▸ **Exercise requirements**
The answer must consist of each line below that contains the string "here".

[[ Source records, beginning ]]

"""Trains the subword sample language model on the orchard logbook corpus and exports it for sprig.

The same corpus and split as train_lm.py (its split_corpus: the first 90% of the lines train,
the last 10% are held out), but tokens are SentencePiece pieces instead of bytes:

1. A SentencePiece BPE model of 1024 pieces is trained on the training lines only
   (SentencePieceTrainer, one thread, deterministic). BPE rather than unigram: the corpus has
   fewer than 600 distinct words, and on it the unigram trainer stops near 700 pieces and
   segments the held-out text into twice as many tokens (0.45 a byte against BPE's 0.22);
   BPE at 1024 keeps every word and most day numbers whole. byte_fallback turns any character
   outside the vocabulary into its UTF-8 bytes (the newline between entries is one of them),
   the identity normalizer, no dummy prefix and no whitespace folding make decoding give back
   exactly the text that was encoded, so the corpus is tokenized as one string.
2. A routed transformer on those tokens, trained with train_lm.py's recipe (its `train`: AdamW,
   warm-up then cosine decay, the hardening and balance terms): 4 pre-norm blocks, d_model
   128, 4 heads, learned positions, a context of 128 tokens, tied embeddings; each block's
   feed-forward a leaf tree of depth 3 (8 leaves of 64 units).

Writes, under --out (default: samples/lm/subword): vell-notes.model (the SentencePiece model),
config.json, weights.npz and reference.npz (sprig_torch.export, two held-out sequences as
reference inputs) and results.json: held-out loss in nats per token and in bits per byte (all
held-out tokens, in consecutive windows of 128, soft and hard routing), and the byte model's
(samples/lm/tree) bits per byte scored the same way on the same text, for comparison.

    PYTHONPATH=converter/python /usr/bin/python3 samples/lm/train_subword.py

PyTorch on the CPU (Debian python3-torch) and Debian python3-sentencepiece; seeded, so a run
with the same thread count on the same machine repeats.
"""

import argparse
import copy
import json
import math
import os
import sys
import time

import numpy as np
import sentencepiece as spm
import torch
import torch.nn.functional as F

sys.path.insert(0, os.path.dirname(os.path.abspath(__file__)))
from train_lm import (CONTEXT, HARDEN, init_model, leaf_usage, split_corpus, train,  # noqa: E402
                      windows)
from sprig_torch.export import export, load_weights  # noqa: E402

TOKENIZER_FILE = "vell-notes.model"
PIECES = 1024


def subword_config(vocab_size):
    return {
        "family": "transformer", "name": "vell-notes-subword",
        "description": "subword model of orchard logbook notes (SentencePiece BPE, "
        f"{vocab_size} pieces); leaf-tree feed-forward blocks. Sample model: its text is "
        "often wrong.",
        "tokenizer": "sentencepiece", "vocab_size": vocab_size, "d_model": 128, "n_heads": 4,
        "max_seq": CONTEXT, "norm": "layernorm", "positions": "learned",
        "tie_embeddings": True, "head": {"kind": "lm"},
        "layers": [{"kind": "tree", "mode": "leaf", "depth": 3, "leaf_width": 64,
                    "activation": "gelu"}] * 4,
    }


def train_tokenizer(train_text, pieces, path):
    """Trains the SentencePiece model on the training lines and writes it to `path`."""
    with open(path, "wb") as model:
        spm.SentencePieceTrainer.train(
            sentence_iterator=iter(train_text.splitlines()), model_writer=model,
            model_type="bpe", vocab_size=pieces, character_coverage=1.0, byte_fallback=True,
            normalization_rule_name="identity", add_dummy_prefix=False,
            remove_extra_whitespaces=False, unk_id=0, bos_id=-1, eos_id=-1, pad_id=-1,
            num_threads=1, minloglevel=2)
    return spm.SentencePieceProcessor(model_file=path)


def tokenize(sp, text):
    ids = sp.encode(text)
    if sp.decode(ids) != text:
        raise ValueError("the tokenizer does not give the text back; check its options")
    return np.asarray(ids, dtype=np.int32)


def score(model, tokens, hard, batch=16):
    """Total cross-entropy in nats of every token after the first, predicted in consecutive
    windows of CONTEXT tokens (window k reads tokens [k*CONTEXT, (k+1)*CONTEXT) and predicts
    each one's next token), and the number of tokens predicted."""
    tokens = torch.from_numpy(tokens.astype(np.int64))
    predicted = len(tokens) - 1
    full = predicted // CONTEXT
    x = tokens[:full * CONTEXT].reshape(full, CONTEXT)
    y = tokens[1:full * CONTEXT + 1].reshape(full, CONTEXT)
    pieces = [(x[i:i + batch], y[i:i + batch]) for i in range(0, full, batch)]
    if predicted > full * CONTEXT:
        pieces.append((tokens[None, full * CONTEXT:predicted], tokens[None, full * CONTEXT + 1:]))
    total = 0.0
    with torch.no_grad():
        for xs, ys in pieces:
            logits = model(xs, hard=hard).double()
            total += float(F.cross_entropy(logits.reshape(-1, logits.shape[-1]), ys.reshape(-1),
                                           reduction="sum"))
    return total, predicted


def bits_per_byte(nats, predicted_bytes):
    return nats / math.log(2) / predicted_bytes


def main(argv=None):
    here = os.path.dirname(os.path.abspath(__file__))
    parser = argparse.ArgumentParser(description=__doc__.split("\n\n")[0])
    parser.add_argument("--out", default=os.path.join(here, "subword"),
                        help="directory to write (default: %(default)s)")
    parser.add_argument("--byte-model", default=os.path.join(here, "tree"),
                        help="the byte model to compare with, as train_lm.py wrote it "
                        "(default: %(default)s); 'none' to skip")
    parser.add_argument("--pieces", type=int, default=PIECES, help="SentencePiece vocabulary")
    parser.add_argument("--steps", type=int, default=3500)
    parser.add_argument("--batch", type=int, default=16)
    parser.add_argument("--lines", type=int, default=20000, help="corpus lines")
    parser.add_argument("--seed", type=int, default=1)
    parser.add_argument("--threads", type=int, default=1)
    args = parser.parse_args(argv)
    torch.set_num_threads(args.threads)
    os.makedirs(args.out, exist_ok=True)
    began = time.time()

    train_bytes, held_out_bytes = split_corpus(args.seed, args.lines)
    train_text = train_bytes.tobytes().decode("utf-8")
    held_out_text = held_out_bytes.tobytes().decode("utf-8")
    sp = train_tokenizer(train_text, args.pieces, os.path.join(args.out, TOKENIZER_FILE))
    train_data, held_out = tokenize(sp, train_text), tokenize(sp, held_out_text)
    config = subword_config(sp.get_piece_size())
    # Bits per byte count the bytes of the predicted tokens: all but the first token's.
    predicted_bytes = len(held_out_bytes) - len(sp.decode(held_out[:1].tolist()).encode())
    results = {
        "tokenizer": {"file": TOKENIZER_FILE, "model_type": "bpe", "pieces": sp.get_piece_size(),
                      "byte_fallback": True},
        "corpus_bytes": {"train": int(len(train_bytes)), "held_out": int(len(held_out_bytes))},
        "corpus_tokens": {"train": int(len(train_data)), "held_out": int(len(held_out))},
        "tokens_per_byte_held_out": len(held_out) / len(held_out_bytes),
        "steps": args.steps, "batch": args.batch, "context": CONTEXT, "threads": args.threads,
    }
    print(f"tokenizer: {sp.get_piece_size()} pieces, {len(train_data)} training tokens, "
          f"{results['tokens_per_byte_held_out']:.4f} held-out tokens per byte", file=sys.stderr)

    gen = torch.Generator().manual_seed(args.seed + 100)
    reference_inputs = windows(held_out, 2, gen)[0].numpy()
    start = time.time()
    print("training subword", file=sys.stderr)
    model = train(init_model(config, args.seed), train_data, args.steps, args.batch, args.seed,
                  HARDEN)
    results["train_seconds"] = round(time.time() - start, 1)

    start = time.time()
    held = {"tokens_scored": None, "bytes_scored": predicted_bytes}
    for form, hard in (("soft", False), ("hard", True)):
        nats, count = score(model, held_out, hard)
        held["tokens_scored"] = count
        held[f"nats_per_token_{form}"] = nats / count
        held[f"bits_per_byte_{form}"] = bits_per_byte(nats, predicted_bytes)
    results["held_out"] = held
    results["leaf_tokens_per_block"] = leaf_usage(model, held_out, args.seed)

    if args.byte_model != "none":
        # The byte model scored the same way on the same held-out text (a byte is a token).
        with open(os.path.join(args.byte_model, "config.json"), encoding="utf-8") as f:
            byte_config = json.load(f)
        with np.load(os.path.join(args.byte_model, "weights.npz")) as w:
            byte_model = load_weights(byte_config, {k: w[k] for k in w.files})
        nats, count = score(byte_model, held_out_bytes, True)
        results["byte_model"] = {"name": byte_config["name"], "bytes_scored": count,
                                 "nats_per_byte_hard": nats / count,
                                 "bits_per_byte_hard": bits_per_byte(nats, count)}
        summary = os.path.join(os.path.dirname(os.path.abspath(args.byte_model)),
                               "results.json")
        if os.path.exists(summary):
            with open(summary, encoding="utf-8") as f:
                sampled = json.load(f)["tree"]["held_out_loss_hard"]
            # train_lm.py's own figure: 256 random held-out windows, nats per byte.
            results["byte_model"]["bits_per_byte_hard_train_lm_windows"] = sampled / math.log(2)
    results["evaluation_seconds"] = round(time.time() - start, 1)

    export(model, args.out, reference_inputs, config=copy.deepcopy(config))
    results["total_seconds"] = round(time.time() - began, 1)
    with open(os.path.join(args.out, "results.json"), "w", encoding="utf-8") as f:
        json.dump(results, f, indent=2)
        f.write("\n")
    print(json.dumps(results, indent=2))
    return 0


if __name__ == "__main__":
    sys.exit(main())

[[ Source records, end ]]

▸ **Answer space**
    here = os.path.dirname(os.path.abspath(__file__))
    parser.add_argument("--out", default=os.path.join(here, "subword"),
    parser.add_argument("--byte-model", default=os.path.join(here, "tree"),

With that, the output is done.